Your goal: Using the entries that follow, collect the lines where the word "dets" appears.

Data records:
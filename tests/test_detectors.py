"""Detector geometry, antenna patterns and delays against published values and formulas."""

from __future__ import annotations

import numpy as np
import pytest

from ringsearch.errors import InputError
from ringsearch.physics import detectors as dets
from ringsearch.physics.detectors import (
    Detector,
    antenna_pattern,
    detector_from_mapping,
    get_detector,
    gmst,
    load_detectors,
    time_delay_from_geocentre,
)
from ringsearch.physics.units import C_SI

GPS = 1126259462.42


def test_hanford_livingston_light_travel_time():
    # H1-L1 light-travel time is 10.0 ms (Abbott et al. 2016, PRL 116, 061102)  # from memory
    h, l = get_detector("H1"), get_detector("L1")
    dt = np.linalg.norm(h.location - l.location) / C_SI
    assert dt == pytest.approx(10.0e-3, abs=0.05e-3)


@pytest.mark.parametrize("name, xyz, xarm, yarm", [
    # Earth-fixed vertex positions (m) and arm unit vectors from Anderson et al. 2001,
    # PRD 63, 042003, Table I / LIGO-T980044  # from memory
    ("H1", (-2.16141492636e6, -3.83469517889e6, 4.60035022664e6),
     (-0.22389266154, 0.79983062746, 0.55690487831),
     (-0.91397818574, 0.02609403989, -0.40492342125)),
    ("L1", (-7.4276044e4, -5.49628371971e6, 3.22425701744e6),
     (-0.95457412153, -0.14158077340, -0.26218911324),
     (0.29774156894, -0.48791033647, -0.82054461286)),
    ("V1", (4.54637409900e6, 8.42989697626e5, 4.37857696241e6),
     (-0.70045821479, 0.20848948619, 0.68256166277),
     (-0.05379255368, -0.96908180549, 0.24080451708)),
])
def test_site_geometry_matches_published_cartesian_values(name, xyz, xarm, yarm):
    det = get_detector(name)
    np.testing.assert_allclose(det.location, xyz, atol=2.0)  # metres
    np.testing.assert_allclose(det.xarm, xarm, atol=2e-5)
    np.testing.assert_allclose(det.yarm, yarm, atol=2e-5)


def test_gmst_matches_the_standard_polynomial():
    # GMST = 18.697374558 h + 24.06570982441908 h * D, D = days since J2000.0 (UT1),
    # USNO / Meeus "Astronomical Algorithms" ch. 12 (good to ~0.1 s per century)  # from memory
    gps = np.array([630720013.0, 1126259462.42, 1.4e9])  # 2000-01-01T00:00 UTC and later
    utc_minus_gps = np.array([-13.0, -17.0, -18.0])  # leap seconds  # from memory
    jd = 2451544.5 + (gps + utc_minus_gps - 630720013.0 + 13.0) / 86400.0
    d = jd - 2451545.0
    expect = np.mod(18.697374558 + 24.06570982441908 * d, 24.0) * np.pi / 12
    diff = np.angle(np.exp(1j * (gmst(gps) - expect)))
    assert np.max(np.abs(diff)) < 1e-4


def _zenith(det: Detector, gps: float) -> tuple[float, float]:
    lat, lon = np.radians(det.latitude_deg), np.radians(det.longitude_deg)
    return float(lon + gmst(gps)), float(lat)


@pytest.mark.parametrize("name", ["H1", "L1", "V1", "K1"])
def test_zenith_source_has_unit_response_for_every_polarisation(name):
    # For an L-shaped interferometer with perpendicular horizontal arms and the wave
    # arriving from the zenith, F+^2 + Fx^2 = 1 (Schutz 2011, CQG 28, 125023, eq. 9-10)
    det = get_detector(name)
    ra, dec = _zenith(det, GPS)
    psi = np.linspace(0, np.pi, 7)
    fp, fc = antenna_pattern(det, ra, dec, psi, GPS)
    # arms tilted by up to 3.6e-3 rad (K1) and 90.0 +- 0.0003 deg apart change this at 1e-5
    np.testing.assert_allclose(fp**2 + fc**2, 1.0, atol=3e-5)


def _textbook(theta, phi, psi):
    # Thorne 1987 ("300 Years of Gravitation", eq. 104) / Schutz 2011, CQG 28, 125023:
    # detector frame with x, y along the arms and z = x cross y.
    a = 0.5 * (1 + np.cos(theta) ** 2) * np.cos(2 * phi)
    b = np.cos(theta) * np.sin(2 * phi)
    return a * np.cos(2 * psi) - b * np.sin(2 * psi), a * np.sin(2 * psi) + b * np.cos(2 * psi)


@pytest.mark.parametrize("name", ["V1", "X9"])
def test_antenna_patterns_agree_with_the_textbook_formula(name):
    det = get_detector("V1") if name == "V1" else Detector(
        "X9", -31.3, 115.7, 20.0, xarm_bearing_deg=45.0, yarm_bearing_deg=315.0)
    rng = np.random.default_rng(4)
    n = 200
    ra, dec = rng.uniform(0, 2 * np.pi, n), np.arcsin(rng.uniform(-1, 1, n))
    psi, gps = rng.uniform(0, np.pi, n), GPS + rng.uniform(0, 86400, n)
    fp, fc = antenna_pattern(det, ra, dec, psi, gps)

    # Detector-frame description of the same geometry, built here from the arm vectors.
    x, y = det.xarm, det.yarm
    z = np.cross(x, y)
    lon = ra - gmst(gps)
    nvec = np.stack([np.cos(dec) * np.cos(lon), np.cos(dec) * np.sin(lon), np.sin(dec)], -1)
    theta = np.arccos(np.clip(nvec @ z, -1, 1))
    phi = np.arctan2(nvec @ y, nvec @ x)
    # psi-independent combination: no sign convention involved
    a, b = _textbook(theta, phi, 0.0)
    np.testing.assert_allclose(fp**2 + fc**2, a**2 + b**2, atol=1e-12)
    # Full check: the textbook's polarisation axes at psi_T = 0 are (p, q) = (e_theta,
    # -e_phi) of the detector frame.  Our axes m = cos(psi) e_phi + sin(psi) e_theta (sky
    # frame) have the same handedness about the propagation direction and lie at angle
    # alpha from (p, q); the textbook's psi_T turns (F+ + iFx) by exp(+2i psi_T) while a
    # rotation of the axes by alpha turns it by exp(-2i alpha), so psi_T = -alpha.
    e_th = np.stack([np.cos(theta) * np.cos(phi), np.cos(theta) * np.sin(phi),
                     -np.sin(theta)], -1) @ np.stack([x, y, z])
    e_ph = np.stack([-np.sin(phi), np.cos(phi), np.zeros(n)], -1) @ np.stack([x, y, z])
    e_phi_sky = np.stack([-np.sin(lon), np.cos(lon), np.zeros(n)], -1)
    e_theta_sky = np.stack([np.sin(dec) * np.cos(lon), np.sin(dec) * np.sin(lon),
                            -np.cos(dec)], -1)
    m = np.cos(psi)[:, None] * e_phi_sky + np.sin(psi)[:, None] * e_theta_sky
    psi_t = -np.arctan2(np.sum(m * -e_ph, -1), np.sum(m * e_th, -1))
    tp, tc = _textbook(theta, phi, psi_t)
    np.testing.assert_allclose(fp, tp, atol=1e-12)
    np.testing.assert_allclose(fc, tc, atol=1e-12)


def test_polarisation_rotation_and_bounds():
    rng = np.random.default_rng(7)
    ra, dec = rng.uniform(0, 2 * np.pi, 50), np.arcsin(rng.uniform(-1, 1, 50))
    fp0, fc0 = antenna_pattern("L1", ra, dec, 0.0, GPS)
    fp, fc = antenna_pattern("L1", ra, dec, 0.3, GPS)
    # rotating the polarisation axes by psi rotates (F+, Fx) by -2 psi
    np.testing.assert_allclose(fp + 1j * fc, (fp0 + 1j * fc0) * np.exp(-2j * 0.3), atol=1e-12)
    assert np.all(fp**2 + fc**2 <= 1.0 + 1e-6)


def test_time_delay_geometry():
    det = get_detector("H1")
    ra, dec = _zenith(det, GPS)
    # from the zenith, the wave reaches H1 earlier than the geocentre by (r . up)/c
    up = np.array([np.cos(dec) * np.cos(ra - gmst(GPS)), np.cos(dec) * np.sin(ra - gmst(GPS)),
                   np.sin(dec)])
    assert float(time_delay_from_geocentre(det, ra, dec, GPS)) == pytest.approx(
        -(det.location @ up) / C_SI, rel=1e-12)
    # opposite direction, opposite delay; |delay| <= R_earth / c ~ 21.3 ms
    rng = np.random.default_rng(1)
    r, d = rng.uniform(0, 2 * np.pi, 100), np.arcsin(rng.uniform(-1, 1, 100))
    t1 = time_delay_from_geocentre("L1", r, d, GPS)
    t2 = time_delay_from_geocentre("L1", r + np.pi, -d, GPS)
    np.testing.assert_allclose(t1, -t2, atol=1e-15)
    assert np.all(np.abs(t1) < 0.0214)


def test_gw150914_arrives_at_livingston_first():
    # GW150914 reached L1 about 7 ms before H1 (Abbott et al. 2016, PRL 116, 061102); with
    # a sky position in the published southern arc (ra 1.95, dec -1.27 rad  # from memory)
    dl = time_delay_from_geocentre("L1", 1.95, -1.27, GPS)
    dh = time_delay_from_geocentre("H1", 1.95, -1.27, GPS)
    assert float(dh - dl) == pytest.approx(6.9e-3, abs=0.6e-3)


def test_custom_detectors_from_mapping_and_toml(tmp_path):
    d = detector_from_mapping("E1", {"latitude_deg": 43.63141394, "longitude_deg": 10.50449661,
                                     "elevation_m": 51.884, "xarm_bearing_deg": 19.4326})
    v = get_detector("V1")
    np.testing.assert_allclose(d.response, v.response, atol=1e-12)
    np.testing.assert_allclose(d.location, v.location, atol=1e-6)
    path = tmp_path / "extra.toml"
    path.write_text("[Z1]\nlatitude_deg = 10.0\nlongitude_deg = 20.0\nxarm_bearing_deg = 0.0\n")
    assert list(load_detectors(path)) == ["Z1"]
    assert get_detector("Z1").latitude_deg == 10.0
    fp, fc = antenna_pattern("Z1", 1.0, 0.2, 0.1, GPS)
    assert np.isfinite(fp) and np.isfinite(fc)
    dets._REGISTRY.pop("Z1")


@pytest.mark.parametrize("call, word", [
    (lambda: get_detector("G7"), "G7"),
    (lambda: detector_from_mapping("E1", {"latitude_deg": 1.0, "longitude_deg": 2.0}),
     "xarm_bearing_deg"),
    (lambda: detector_from_mapping("E1", {"latitude_deg": 1.0, "longitude_deg": 2.0,
                                          "xarm_bearing_deg": 0.0, "colour": 1}), "colour"),
    (lambda: Detector("E1", 91.0, 0.0, 0.0, 0.0, 270.0), "91"),
    (lambda: Detector("E1", 40.0, 0.0, 0.0, 0.0, 10.0), "arms"),
    # a declination beyond the poles (degrees given for radians) or NaN is not a direction
    (lambda: antenna_pattern("H1", 1.0, 9.0, 0.0, GPS), "declination"),
    (lambda: time_delay_from_geocentre("L1", 1.0, np.array([0.1, np.nan]), GPS),
     "declination"),
])
def test_bad_detector_input(call, word):
    with pytest.raises(InputError, match=word):
        call()


def test_bad_toml_file(tmp_path):
    p = tmp_path / "bad.toml"
    p.write_text("[E1\nlatitude = 3")
    with pytest.raises(InputError, match="bad.toml"):
        load_detectors(p)
    with pytest.raises(InputError, match="missing.toml"):
        load_detectors(tmp_path / "missing.toml")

Output of the task:
from ringsearch.physics import detectors as dets
    dets._REGISTRY.pop("Z1")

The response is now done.